### Task directions:
Stop after the line containing "Format = iota": print each line exactly from the first line of the listing up to that point.
◇ ◇ ◇
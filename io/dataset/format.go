package dataset

import (
	"fmt"
	"strings"
)

// Format is the layout of a data file. The zero value is invalid, so a
// forgotten setting is caught rather than silently defaulted.
type Format int

const (
	_       Format = iota
	CSV            // comma-separated text with a header line
	TSV            // tab-separated text with a header line
	Parquet        // Apache Parquet
)

// String returns the recipe word for the format: "csv", "tsv" or "parquet".
func (f Format) String() string {
	switch f {
	case CSV:
		return "csv"
	case TSV:
		return "tsv"
	case Parquet:
		return "parquet"
	}
	return fmt.Sprintf("Format(%d)", int(f))
}

// ParseFormat maps a user's word ("csv", "tsv" or "parquet", in any case) to
// a Format.
func ParseFormat(s string) (Format, error) {
	switch strings.ToLower(s) {
	case "csv":
		return CSV, nil
	case "tsv":
		return TSV, nil
	case "parquet":
		return Parquet, nil
	}
	return 0, fmt.Errorf("unknown data format %q: known formats are \"csv\", \"tsv\", \"parquet\"", s)
}

// Kind says how a column's values are read. The zero value is invalid.
type Kind int

const (
	_       Kind = iota
	Numeric      // numbers, as float64
	Ordinal      // text labels with a declared order, mapped to 1..k
	Label        // text kept as text (grouping columns)
)

// String returns a lowercase word for the kind.
func (k Kind) String() string {
	switch k {
	case Numeric:
		return "numeric"
	case Ordinal:
		return "ordinal"
	case Label:
		return "label"
	}
	return fmt.Sprintf("Kind(%d)", int(k))
}
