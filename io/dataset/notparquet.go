package dataset

import (
	"bytes"
	"fmt"
	"io"
	"unicode/utf8"
)

// parquetMagic opens and closes every Parquet file (Apache Parquet format
// specification, "File Format": "PAR1" at both ends, the footer length
// before the last four bytes).
var parquetMagic = []byte("PAR1")

// notParquet explains why the Parquet reader refused the file at path (err)
// in the user's terms, from the file's first and last bytes: too short to
// be Parquet, not Parquet at all (perhaps text, a CSV file under a
// .parquet name), or a Parquet file cut short (an interrupted copy). Other
// failures keep the reader's own words. err is the reader's error.
func notParquet(path string, r io.ReaderAt, size int64, err error) error {
	head := make([]byte, min(size, 64))
	n, _ := r.ReadAt(head, 0)
	head = head[:n]
	tail := make([]byte, 4)
	var tn int
	if size >= 4 {
		tn, _ = r.ReadAt(tail, size-4)
	}
	tail = tail[:tn]
	switch {
	case size == 0:
		return fmt.Errorf("read dataset %q: the file is empty (0 bytes), not a Parquet file", path)
	case !bytes.HasPrefix(head, parquetMagic):
		what := "its first bytes are not the Parquet marker \"PAR1\""
		if line, ok := textStart(head); ok {
			what += fmt.Sprintf("; it starts like text (%q): if it is CSV or TSV, give it that extension or set format = \"csv\" (or \"tsv\") in the dataset block", line)
		}
		return fmt.Errorf("read dataset %q: not a Parquet file (%d bytes): %s", path, size, what)
	case size < 12 || !bytes.Equal(tail, parquetMagic):
		return fmt.Errorf("read dataset %q: the Parquet file is incomplete (%d bytes): it starts with the marker \"PAR1\" but does not end with it, as a complete file does, so it was cut short (an interrupted copy, or a program still writing it) or has bytes added after its end; copy it again", path, size)
	}
	return fmt.Errorf("read dataset %q: not a readable Parquet file: %w", path, err)
}

// textStart returns the first line of b when b looks like UTF-8 text.
func textStart(b []byte) (string, bool) {
	// The 64 bytes read may end inside a character.
	valid := false
	for cut := 0; cut < utf8.UTFMax && cut < len(b); cut++ {
		if utf8.Valid(b[:len(b)-cut]) {
			b, valid = b[:len(b)-cut], true
			break
		}
	}
	if !valid {
		return "", false
	}
	for _, c := range b {
		if c < 0x20 && c != '\n' && c != '\r' && c != '\t' {
			return "", false
		}
	}
	line, _, _ := bytes.Cut(b, []byte("\n"))
	return string(bytes.TrimRight(line, "\r")), true
}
◇ ◇ ◇
### Answer to the problem:
filename io/dataset/format.go
package dataset

import (
	"fmt"
	"strings"
)

// Format is the layout of a data file. The zero value is invalid, so a
// forgotten setting is caught rather than silently defaulted.
type Format int

const (
	_       Format = iota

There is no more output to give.